Followed by dark looks from my supervisor, I grabbed my cashbox and ran across the depot to my bus. In my haste I slipped and spilled all the coins over the floor. After gathering them up I jumped on the bus and started it.

I pushed the buttons to shut both front and rear doors. For some reason they didn’t work, but I decided to set off regardless. I picked people up at bus stops, all perplexed as to why I didn’t know how to shut the doors and angry at the wind and rain blowing in.

After 20 minutes I got to the terminus at Wellington Railway Station, and determined to sort out what was going on with the doors.

There was a lever on the outside and one on the inside of the doors, as well as the control by the driver’s seat. I realised that I must have them configured in the wrong way. I turned the lever inside the bus and then tried the driver’s control. Still they didn’t close.

I then leaned out and turned the lever on the outside of the bus and to my alarm, before I could get my head back in, the bus doors closed on my neck.

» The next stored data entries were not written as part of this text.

package org.roundtable.evaluation.benchmark;

import java.io.BufferedWriter;
import java.io.IOException;
import java.io.InputStream;
import java.io.OutputStream;
import java.io.Reader;
import java.nio.charset.StandardCharsets;
import java.nio.file.Files;
import java.nio.file.Path;
import java.util.ArrayList;
import java.util.List;
import java.util.Locale;
import java.util.SplittableRandom;
import java.util.concurrent.TimeUnit;
import org.apache.commons.csv.CSVFormat;
import org.apache.commons.csv.CSVParser;
import org.apache.commons.csv.CSVRecord;

/**
 * The packaged jar's {@code evaluate} on a generated 1,000,000-row file (10,000 participants × 100 measurands, demo
 * numbers), against a floor measured in the same run: a JVM with the same heap that only parses the same file with
 * Commons CSV and only writes the same output (copied from the real run's output file). Both include JVM start.
 * Writes {@code evaluate-cli.json}: {@code seconds}, {@code floorSeconds}, {@code ratio}, {@code peakRssMiB} (the
 * child's VmHWM), {@code heap} and {@code exitCode}; targets: ratio ≤ 1.5, peak RSS &lt; 512 MiB, exit 0 under
 * {@code -Xmx256m}.
 *
 * <p>Alone: {@code mvn -o -Pbenchmark package -DskipTests exec:exec@run-evaluate-cli-benchmark}.
 */
public final class EvaluateCliBenchmark {

    private static final String HEADER = "participant,measurand,unit,value,expanded_uncertainty,coverage_factor,method";

    private EvaluateCliBenchmark() {
    }

    public static void main(String[] args) throws Exception {
        Path jar = Path.of(args[0]);
        Path out = Path.of(args[1]);
        int participants = Integer.getInteger("bench.participants", 10_000);
        int measurands = Integer.getInteger("bench.measurands", 100);
        String heap = System.getProperty("bench.heap", "256m");
        int repetitions = Integer.getInteger("bench.repetitions", 3);
        Path dir = out.getParent();
        Files.createDirectories(dir);
        Path input = dir.resolve("evaluate-cli-input.csv");
        generate(input, participants, measurands);
        Path output = dir.resolve("evaluate-cli-output.jsonl");
        String java = Path.of(System.getProperty("java.home"), "bin", "java").toString();

        double best = Double.MAX_VALUE;
        double bestFloor = Double.MAX_VALUE;
        long peakKiB = 0;
        int exit = 0;
        for (int i = 0; i < repetitions; i++) {
            Run run = run(List.of(java, "-Xmx" + heap, "-jar", jar.toString(), "evaluate", input.toString()), output);
            exit = Math.max(exit, run.exitCode());
            best = Math.min(best, run.seconds());
            peakKiB = Math.max(peakKiB, run.peakKiB());
            Run floor = run(List.of(java, "-Xmx" + heap, "-cp", System.getProperty("java.class.path"),
                    Floor.class.getName(), input.toString(), output.toString()), dir.resolve("evaluate-cli-floor.out"));
            bestFloor = Math.min(bestFloor, floor.seconds());
        }
        long outputBytes = Files.size(output);
        String json = String.format(Locale.ROOT, "{\"rows\": %d, \"participants\": %d, \"measurands\": %d,"
                        + " \"heap\": \"%s\", \"exitCode\": %d, \"seconds\": %.2f, \"floorSeconds\": %.2f,"
                        + " \"ratio\": %.2f, \"peakRssMiB\": %.0f, \"outputMiB\": %.1f, \"repetitions\": %d}%n",
                (long) participants * measurands, participants, measurands, heap, exit, best, bestFloor,
                best / bestFloor, peakKiB / 1024.0, outputBytes / 1048576.0, repetitions);
        Files.writeString(out, json);
        System.out.print(json);
    }

    private record Run(int exitCode, double seconds, long peakKiB) {
    }

    /** Runs a child, stdout to a file, and samples its peak resident set (VmHWM) until it ends. */
    private static Run run(List<String> command, Path stdout) throws IOException, InterruptedException {
        long start = System.nanoTime();
        Process child = new ProcessBuilder(command).redirectOutput(stdout.toFile())
                .redirectError(ProcessBuilder.Redirect.DISCARD).start();
        long peak = 0;
        Path status = Path.of("/proc", Long.toString(child.pid()), "status");
        while (!child.waitFor(20, TimeUnit.MILLISECONDS)) {
            peak = Math.max(peak, highWaterMark(status));
        }
        double seconds = (System.nanoTime() - start) / 1e9;
        return new Run(child.exitValue(), seconds, peak);
    }

    private static long highWaterMark(Path status) {
        try {
            for (String line : Files.readAllLines(status)) {
                if (line.startsWith("VmHWM:")) {
                    return Long.parseLong(line.replaceAll("[^0-9]", ""));
                }
            }
        } catch (IOException | RuntimeException e) {
            // the process ended between two samples
        }
        return 0;
    }

    /** 10,000 × 100 results of demo numbers: a normal spread with 2 % gross errors, a few "less than" values. */
    static void generate(Path file, int participants, int measurands) throws IOException {
        SplittableRandom random = new SplittableRandom(20261202);
        try (BufferedWriter w = Files.newBufferedWriter(file, StandardCharsets.UTF_8)) {
            w.write(HEADER);
            w.newLine();
            for (int m = 0; m < measurands; m++) {
                double level = 0.05 + m * 0.2;
                for (int p = 0; p < participants; p++) {
                    double v = level * (1 + 0.02 * random.nextGaussian());
                    if (random.nextInt(50) == 0) {
                        v *= 1 + (random.nextBoolean() ? 0.3 : -0.3);
                    }
                    String value = random.nextInt(500) == 0 ? String.format(Locale.ROOT, "<%.4f", level / 10)
                            : String.format(Locale.ROOT, "%.4f", Math.abs(v));
                    w.write(String.format(Locale.ROOT, "L%05d,M%03d,mg/kg,%s,%.4f,2,%s%n", p, m, value,
                            level * 0.03, p % 3 == 0 ? "combustion" : "spark OES"));
                }
            }
        }
    }

    /** The floor: the same file parsed with Commons CSV (every value read as a number), the same output written. */
    public static final class Floor {
        public static void main(String[] args) throws IOException {
            double sum = 0;
            long rows = 0;
            try (Reader reader = Files.newBufferedReader(Path.of(args[0]), StandardCharsets.UTF_8);
                    CSVParser parser = CSVParser.parse(reader, CSVFormat.RFC4180)) {
                List<String> header = new ArrayList<>();
                for (CSVRecord record : parser) {
                    if (header.isEmpty()) {
                        record.forEach(header::add);
                        continue;
                    }
                    String value = record.get(3);
                    sum += Double.parseDouble(value.startsWith("<") ? value.substring(1) : value);
                    rows++;
                }
            }
            try (InputStream in = Files.newInputStream(Path.of(args[1])); OutputStream out = System.out) {
                in.transferTo(out);
            }
            System.err.println(rows + " rows, sum " + sum);
        }
    }
}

I was now unable to reach the inside or outside lever, or the driver’s control. The doors were pushing hard against my neck and I realised I was stuck and actually in danger of suffocating.

With my bright red face sticking out of the bright red bus I called, ‘Help!’

Luckily for me, I was seen by a passing bus driver who rushed over and prised open the doors with brute force, releasing one very embarrassed and bruised driver.